Items from a dataset:
····················

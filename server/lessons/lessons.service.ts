import { createHash, randomBytes } from "node:crypto";
import { and, asc, eq, or, sql } from "drizzle-orm";
import type { z } from "zod";
import { ParamError, RIGS, parseParams, type RigId } from "../../sim";
import { recordAudit } from "../audit/audit.repository";
import { classForActor } from "../classes/classes.access";
import { isUniqueViolation } from "../classes/classes.repository";
import { DEFAULT_QUESTIONS, QUESTION_QUANTITIES, quantityOf } from "../contracts/lesson-questions";
import { DISPLAY_UNITS, LESSON_LIMITS, ROUND_PHASE, canMoveTrialPhase, type Round, type TrialPhase } from "../contracts/lesson-rules";
import type {
  LessonLookup,
  PupilSession,
  Question,
  TheoryValues,
  addTrialInputSchema,
  explanationInputSchema,
  joinLessonInputSchema,
  movePhaseInputSchema,
  predictionInputSchema,
  tallyInputSchema,
  trialResultInputSchema,
  trialSetupSchema,
} from "../contracts/lessons";
import type { FieldErrors } from "../contracts/errors";
import type { Db } from "../db/client";
import { explanations, lessonParticipants, lessons, predictions, rosterEntries, trials } from "../db/schema";
import { refreshTrialSummaries } from "../department/trial-summary";
import { AppError, forbidden, notFound } from "../http/app-error";
import type { Actor } from "../staff/staff.repository";
import { planForStart } from "../lesson-plans/lesson-plans.access";
import { newLessonCode } from "./lesson-code";
import * as repo from "./lessons.repository";
import { publicLesson, type ExplanationRow, type PredictionRow, type TrialRow } from "./lessons.views";

/** Who is on the other end of a socket: a signed-in member of staff, a joined pupil's device, or neither yet. */
export interface SocketWho {
  staffId: string | null;
  /** `displayName` as joined, kept on the socket so an answer needs no extra query for it. */
  participant: { id: string; lessonId: string; displayName?: string } | null;
}

async function participantName(db: Db, participantId: string): Promise<string> {
  const [p] = await db.select({ displayName: lessonParticipants.displayName }).from(lessonParticipants).where(eq(lessonParticipants.id, participantId));
  return p?.displayName ?? "";
}

/**
 * A refused attempt: answered `forbidden` and written to the audit log (the school is known
 * from the lesson, so the row can be filed under it).
 */
export class RefusedError extends AppError {
  constructor(
    readonly schoolId: string,
    readonly lessonId: string,
    readonly reason: string,
    message = "Only the lesson's teacher can do that.",
  ) {
    super("forbidden", message);
  }
}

····················

* **EXERCISE INSTRUCTIONS**
Set down only the lines above that fall between the line holding "eq, or, sql" and the line holding "ROUND_PHASE, canMoveTrialPhase, type", inclusive, keeping each exact.

* **FINISHED TASK**
import { and, asc, eq, or, sql } from "drizzle-orm";
import type { z } from "zod";
import { ParamError, RIGS, parseParams, type RigId } from "../../sim";
import { recordAudit } from "../audit/audit.repository";
import { classForActor } from "../classes/classes.access";
import { isUniqueViolation } from "../classes/classes.repository";
import { DEFAULT_QUESTIONS, QUESTION_QUANTITIES, quantityOf } from "../contracts/lesson-questions";
import { DISPLAY_UNITS, LESSON_LIMITS, ROUND_PHASE, canMoveTrialPhase, type Round, type TrialPhase } from "../contracts/lesson-rules";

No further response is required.